By leveraging Starburst, Assurance was able to improve conversion rates, reduce costs, and enable robust modeling. Read the full case study here.
At the Datanova for Data Scientists, I had the pleasure of giving a Lightning Talk on the impact of Starburst and Trino on accelerating our time-to-insights, improving customer conversion rates, and enabling the creation of robust modelling for insurance recommendations. Starburst provided a single source of access for all our data and gave us the ability to see data real time, which is essential for our customers trying to enroll in insurance programs.
Assurance is an online distribution platform for insurance and financial products. It operates between consumers who are looking for coverage, the agents that have the expertise to educate on the available products, and the actual interface into the many products available. However, the world of insurance has many complex rules and regulations, so Assurance makes it easy for customers to navigate these complexities, and data gives us the ability to do this. So, as customers progress through the buying process, we are running models through each step in order to give the most accurate recommendations. However, this was not always possible.
Before Trino, we struggled to join data from one database to another. There was a lot of copying involved which led to longer time-to-insights. In addition, this lack of efficiency made it difficult to scale to the needs of the business, data scientists were under utilized, and stakeholders couldn’t understand the delay for insights. This all changed once we implemented Starburst, the enterprise grade edition of open source project, Trino. By having a single point of access for all of our data, we were able to unlock a lot of business value.
For my Datanova presentation, I focused on one aspect of our insurance offerings: Medicare Advantage plans. Medicare is a federal health insurance program run by the government particularly for those who are 65 years and older or for eligible individuals with disabilities or advanced diseases. Medicare Advantage plans are health plans which are offered and administered by private sector insurers. Medicare Advantage plans adhere to all of the rules set by Medicare. Private sector insurers are able to offer better economies of scale and the government can pay the insurance carriers directly. There is a time period each year called the Medicare Annual Enrollment Period (AEP), which is a 7 week period during which an eligible person can sign up for, change, or disenroll in their Medicare plan. It is a very complicated process and depends on a variety of factors; therefore, shoppers need help to navigate the complexities, which is where Assurance comes in.

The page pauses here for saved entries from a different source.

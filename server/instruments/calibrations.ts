// Calibration records of the instruments: recording one (with its certificate PDF), attaching a
// certificate to a record that has none, the history for the instrument's page, the gate that bench
// files pass (a reading day must lie inside some record), and the instruments by due date.
import { fileTypeFromBuffer } from 'file-type';
import { QueryTypes, type Transaction } from 'sequelize';
import { inTransaction, sequelize } from '../../db';
import { Instrument, InstrumentCalibration, User } from '../../db/models';
import { coverageOn, todayUtc } from '../../shared/calibration';
import { calibrationInputSchema, MAX_CERTIFICATE_BYTES, type CalibrationInput } from '../../shared/schemas/instruments';
import { recordAudit, type AuditActor } from '../audit/record';
import { AppError, badRequest, conflict, notFound } from '../http/errors';
import { storeBlob } from '../storage/blobs';

export type UploadedFile = { originalname: string; buffer: Buffer; size: number };

/** A certificate is kept only when its content is a PDF, whatever the file is called. */
async function checkCertificate(file: UploadedFile) {
  if (file.size === 0) throw badRequest(`The certificate ${file.originalname} is empty`);
  if (file.size > MAX_CERTIFICATE_BYTES) throw new AppError(413, 'upload', `The certificate ${file.originalname} is larger than 10 MB`);
  const type = await fileTypeFromBuffer(file.buffer);
  if (type?.mime !== 'application/pdf') {
    throw new AppError(415, 'unsupported_file', `The certificate ${file.originalname} is not a PDF${type ? ` (its content is ${type.mime})` : ''}`);
  }
  return { name: file.originalname.slice(0, 255), data: file.buffer };
}

/** What the audit trail keeps of a record: its fields, the certificate by name and stored key. */
const audited = (c: InstrumentCalibration) => ({
  calibratedOn: c.calibratedOn,
  dueOn: c.dueOn,
  performedBy: c.performedBy,
  certificateNumber: c.certificateNumber,
  uncertaintyRetardance: c.uncertaintyRetardance,
  uncertaintyRetardanceUnit: c.uncertaintyRetardanceUnit,
  uncertaintyAngleDeg: c.uncertaintyAngleDeg,
  uncertaintyNote: c.uncertaintyNote,
  certificate: c.certificateName ? { name: c.certificateName, sizeBytes: c.certificateSizeBytes, storageKey: c.certificateStorageKey } : null,
});

async function lockedInstrument(instrumentId: number, transaction: Transaction) {
  const instrument = await Instrument.findByPk(instrumentId, { transaction, lock: transaction.LOCK.UPDATE });
  if (!instrument) throw notFound('Instrument');
  return instrument;
}

/** Adds a calibration record in `transaction` (the instrument's registration writes its first one). */
export async function addCalibration(
  actor: AuditActor,
  instrumentId: number,
  input: CalibrationInput,
  certificate: UploadedFile | undefined,
  transaction: Transaction,
) {
  const parsed = calibrationInputSchema.parse(input);
  const checked = certificate && (await checkCertificate(certificate));
  const record = await InstrumentCalibration.create(
    {
      instrumentId,
      calibratedOn: parsed.calibratedOn,
      dueOn: parsed.dueOn,
      performedBy: parsed.performedBy,
      certificateNumber: parsed.certificateNumber,
      uncertaintyRetardance: parsed.uncertaintyRetardance ?? null,
      uncertaintyRetardanceUnit: parsed.uncertaintyRetardanceUnit ?? null,
      uncertaintyAngleDeg: parsed.uncertaintyAngleDeg ?? null,
      uncertaintyNote: parsed.uncertaintyNote,
      certificateStorageKey: checked ? await storeBlob(checked.data, transaction) : null,
      certificateName: checked?.name ?? null,
      certificateSizeBytes: checked?.data.length ?? null,
      recordedBy: actor.id,
    },
    { transaction },
  );
  await recordAudit(
    actor,
    { action: 'instrument.calibration.record', entityType: 'instrument', entityId: instrumentId, after: { calibrationId: record.id, ...audited(record) } },
    transaction,
  );
  return record;
}

/** Records a calibration of an instrument, with its certificate PDF when one is sent. */
export async function recordCalibration(actor: AuditActor, instrumentId: number, input: CalibrationInput, certificate?: UploadedFile) {
  // Refused content is refused before anything is locked or stored.
  if (certificate) await checkCertificate(certificate);
  return inTransaction(async (transaction) => {
    await lockedInstrument(instrumentId, transaction);
    return addCalibration(actor, instrumentId, input, certificate, transaction);
  });
}

/** Attaches the certificate PDF to a record that has none (a carried-over record, say); a record's certificate is never replaced. */
export async function attachCertificate(actor: AuditActor, instrumentId: number, calibrationId: number, file: UploadedFile) {
  const checked = await checkCertificate(file);
  return inTransaction(async (transaction) => {
    const record = await InstrumentCalibration.findOne({ where: { id: calibrationId, instrumentId }, transaction, lock: transaction.LOCK.UPDATE });
    if (!record) throw notFound('Calibration record');
    if (record.certificateStorageKey) {
      throw conflict(`The calibration of ${record.calibratedOn} already has its certificate (${record.certificateName}); record a new calibration instead`);
    }
    const before = audited(record);
    record.set({ certificateStorageKey: await storeBlob(checked.data, transaction), certificateName: checked.name, certificateSizeBytes: checked.data.length });
    await record.save({ transaction });
    await recordAudit(
      actor,
      { action: 'instrument.calibration.certificate', entityType: 'instrument', entityId: instrumentId, before, after: { calibrationId, ...audited(record) } },
      transaction,
    );
    return record;
  });
}

export type CalibrationRecord = InstrumentCalibration & { recorder: string | null };
export type InstrumentRecord = { instrument: Instrument; calibrations: CalibrationRecord[] };

/** An instrument with its calibration records, newest first, each with who recorded it. */
export async function findInstrument(id: number): Promise<InstrumentRecord> {
  const instrument = await Instrument.findByPk(id);
  if (!instrument) throw notFound('Instrument');
  const records = await InstrumentCalibration.findAll({
    where: { instrumentId: id },
    order: [
      ['calibratedOn', 'DESC'],
      ['id', 'DESC'],
    ],
  });
  const recorderIds = [...new Set(records.flatMap((r) => (r.recordedBy === null ? [] : [r.recordedBy])))];
  const users = new Map((await User.findAll({ where: { id: recorderIds }, attributes: ['id', 'name', 'email'] })).map((u) => [u.id, u.name || u.email]));
  const calibrations = records.map((r) => Object.assign(r, { recorder: r.recordedBy === null ? null : (users.get(r.recordedBy) ?? null) }));
  return { instrument, calibrations };
}

/** Refuses with 404 an instrument that is not there (before listing what was measured with it). */
export async function requireInstrument(id: number): Promise<void> {
  if (!(await Instrument.findByPk(id, { attributes: ['id'] }))) throw notFound('Instrument');
}

/** The stored certificate of one record. */
export async function calibrationCertificate(instrumentId: number, calibrationId: number) {
  const record = await InstrumentCalibration.findOne({ where: { id: calibrationId, instrumentId } });
  if (!record?.certificateStorageKey || !record.certificateName) throw notFound('Calibration certificate');
  return { storageKey: record.certificateStorageKey, name: record.certificateName };
}

/** The bench-file gate: a reading day is covered when some record covers it. Answers the refusal, or null. */
export async function calibrationRefusal(instrument: Instrument, day: string, transaction?: Transaction): Promise<string | null> {
  const records = await InstrumentCalibration.findAll({ where: { instrumentId: instrument.id }, attributes: ['id', 'calibratedOn', 'dueOn'], transaction });
  const coverage = coverageOn(records, day);
  if (coverage.covering) return null;
  const named = coverage.nearest ? ` (calibrated ${coverage.nearest.calibratedOn}, due ${coverage.nearest.dueOn})` : ' (no calibration recorded)';
  return `Instrument ${instrument.code} was not in calibration on ${day}${named}: its readings are refused`;
}

export type CalibrationDue = {
  instrumentId: number;
  code: string;
  kind: string;
  calibrationId: number;
  calibratedOn: string;
  dueOn: string;
  /** Days from today to the due date; negative once lapsed. */
  daysLeft: number;
};

/**
 * Instruments in use whose newest calibration is due within `withinDays` days (lapsed ones
 * included, with negative days), soonest first: for reminders and the quality dashboard.
 */
export function calibrationsDue(withinDays: number, today: string = todayUtc(), transaction?: Transaction): Promise<CalibrationDue[]> {
  return sequelize.query<CalibrationDue>(
    `SELECT i.id AS "instrumentId", i.code, i.kind, c.id AS "calibrationId", c.calibrated_on::text AS "calibratedOn", c.due_on::text AS "dueOn",
            c.due_on - CAST(:today AS date) AS "daysLeft"
       FROM instruments i
       CROSS JOIN LATERAL (SELECT id, calibrated_on, due_on FROM instrument_calibrations
                            WHERE instrument_id = i.id ORDER BY calibrated_on DESC, id DESC LIMIT 1) c
      WHERE i.active AND c.due_on <= CAST(:today AS date) + CAST(:within AS integer)
      ORDER BY c.due_on, i.code`,
    { type: QueryTypes.SELECT, replacements: { today, within: withinDays }, transaction },
  );
}

export type CalibrationUsed = { code: string; uncertaintyWaves: number; uncertaintyDeg: number; calibratedOn: string; dueOn: string };

/**
 * The calibrations the readings of these bench files were taken under: for each file, the record
 * that covered its day (its `# date:`, else the day it was uploaded), once per instrument and record.
 */
export async function calibrationsOfFiles(fileIds: number[], transaction?: Transaction): Promise<CalibrationUsed[]> {
  if (fileIds.length === 0) return [];
  const rows = await sequelize.query<CalibrationUsed & { uncertaintyWaves: string; uncertaintyDeg: string }>(
    `SELECT DISTINCT i.code, i.uncertainty_waves AS "uncertaintyWaves", i.uncertainty_deg AS "uncertaintyDeg",
            c.calibrated_on::text AS "calibratedOn", c.due_on::text AS "dueOn"
       FROM measurement_files mf
       JOIN instruments i ON i.id = mf.instrument_id
       CROSS JOIN LATERAL (SELECT coalesce((mf.metadata->>'date')::date, (mf.uploaded_at AT TIME ZONE 'UTC')::date) AS day) d
       CROSS JOIN LATERAL (SELECT calibrated_on, due_on FROM instrument_calibrations
                            WHERE instrument_id = mf.instrument_id AND calibrated_on <= d.day AND d.day <= due_on
                            ORDER BY calibrated_on DESC, id DESC LIMIT 1) c
      WHERE mf.id IN (:fileIds)
      ORDER BY i.code, "calibratedOn"`,
    { type: QueryTypes.SELECT, replacements: { fileIds }, transaction },
  );
  return rows.map((r) => ({ ...r, uncertaintyWaves: Number(r.uncertaintyWaves), uncertaintyDeg: Number(r.uncertaintyDeg) }));
}
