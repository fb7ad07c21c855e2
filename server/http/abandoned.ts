// Reads nobody waits for any more stop at once. When the client of a GET leaves before its answer is
// sent, the statements the request is running are cancelled in PostgreSQL and it may start no more
// (its transaction still rolls back). Changes run to their end: a change completes or fails as a
// whole whether or not its client stays to hear which. Every statement is bounded besides by
// STATEMENT_TIMEOUT_SECONDS (db/index.ts).
import { AsyncLocalStorage } from 'node:async_hooks';
import type { RequestHandler } from 'express';
import pg from 'pg';
import { sequelize } from '../../db';
import { config } from '../config';
import { logger } from '../logger';
import { AppError } from './errors';

/** A statement in flight, as Sequelize runs it: its text once sent, on a connection of the pool. */
type Statement = { sql?: string; connection: { processID?: number } };
type RequestWork = { abandoned: boolean; running: Set<Statement> };

const requests = new AsyncLocalStorage<RequestWork>();

const HOOK = 'abandoned-requests';
sequelize.addHook('beforeQuery', HOOK, (options, query) => {
  const work = requests.getStore();
  if (!work) return;
  // Ending a transaction still runs, so that its connection goes back to the pool clean.
  if (work.abandoned && !(options as { completesTransaction?: boolean }).completesTransaction) {
    throw new AppError(503, 'abandoned', 'The client left before the answer was ready');
  }
  work.running.add(query as unknown as Statement);
});
sequelize.addHook('afterQuery', HOOK, (_options, query) => {
  requests.getStore()?.running.delete(query as unknown as Statement);
});

// A connection of its own, outside the pool the cancelled statements may be holding all of.
let canceller: pg.Pool | undefined;

/** Cancels each statement if its connection is still running it (not a later one of another request). */
async function cancel(statements: Statement[]) {
  canceller ??= new pg.Pool({ connectionString: config.DATABASE_URL, max: 1, idleTimeoutMillis: 10_000, allowExitOnIdle: true });
  for (const { sql, connection } of statements) {
    if (!sql || !connection.processID) continue;
    // pg_stat_activity keeps the first track_activity_query_size bytes of the text.
    await canceller.query(
      `SELECT pg_cancel_backend(pid) FROM pg_stat_activity WHERE pid = $1 AND state = 'active' AND query <> '' AND starts_with($2, query)`,
      [connection.processID, sql],
    );
  }
}

/** Middleware: watches GET and HEAD requests for a client that leaves before the answer. */
export const stopWhenAbandoned: RequestHandler = (req, res, next) => {
  if (req.method !== 'GET' && req.method !== 'HEAD') return next();
  const work: RequestWork = { abandoned: false, running: new Set() };
  res.once('close', () => {
    if (res.writableFinished) return;
    work.abandoned = true;
    if (work.running.size === 0) return;
    const statements = [...work.running];
    cancel(statements).then(
      () => logger.info({ requestId: req.id, statements: statements.length }, 'client left: statements cancelled'),
      (err) => logger.warn({ err, requestId: req.id }, 'client left: could not cancel its statements'),
    );
  });
  requests.run(work, next);
};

Preparing to Launch: Optimizing our Agent Licensure Strategy
In order to enroll a shopper in a Medicare Advantage plan, agents must be licensed by the state the shopper resides in and the agents have to be appointed by at least one carrier in the state. Therefore, a business problem arises: How many state license and carrier appointments should we buy for each agent to best meet the needs of our customer base and maximize our profit over the annual election period?
The solution is a mixed integer optimization model which allows us to define our constraints, feed in data, iterate over many scenarios, output those scenarios, and analyze the outputs for optimal solutions. Data inputs included the cost of state licenses and carrier appointments, the varying level of skill that agents have, the various times that agents work, and the variation in shopper volume based on time of day or time of year.
Before we implemented Starburst, we had this data in many different sources, and there was a lot of friction when trying to aggregate all of the data available. However, with the implementation, data scientists don’t have to deal with the complexities of aggregating data anymore. Instead, they can focus on analysis and model formulation. The business outcomes have also been greatly affected. There was accelerated time-to-insights, which improved user experience, and it allowed for robust model development, which increased revenue and reduced costs.
When Logging Just Won’t Cut It
I’m sure you’ll agree that real time data is essential for any technology business, so, if basic functions aren’t working, businesses can’t adjust the course based on consumer behaviors at the time. So, when our logging tool could not handle the amount of requests from our employees, we decided to replace it with a data lake with a simple five step process: we inspected the logging indexes to identify key data sources, then, we cross checked it against what was available in the Trino catalog of connections, we identified data gaps, subscribed to streaming events for those gaps and wrote them in S3, and, finally, we connected Tableau to Trino- all of this was powered by Starburst. What resulted was real time analytics and the ability to build an insightful dashboard for our operators.
After this move, we massively accelerated our time-to-insights and allowed for new data to create visualizations. In addition, we were even able to present this dashboard at a company all-hands the day it was installed. It is still used daily and is very low-maintenance.
In order to determine the right product for customers, we needed access to the right data and a rapid development process. Therefore, the ability to rapidly test, improve, and implement product recommendation models was essential, and today Trino, the SQL-based MPP query engine is at the center of this. Through Trino and Starburst, we were able to optimize the agent licensure mix, get visibility back into operations at critical moments, better serve our customers, and increase our revenue. We are now concentrating on scaling up the Lakehouse architecture in order to better focus on analysis and business value.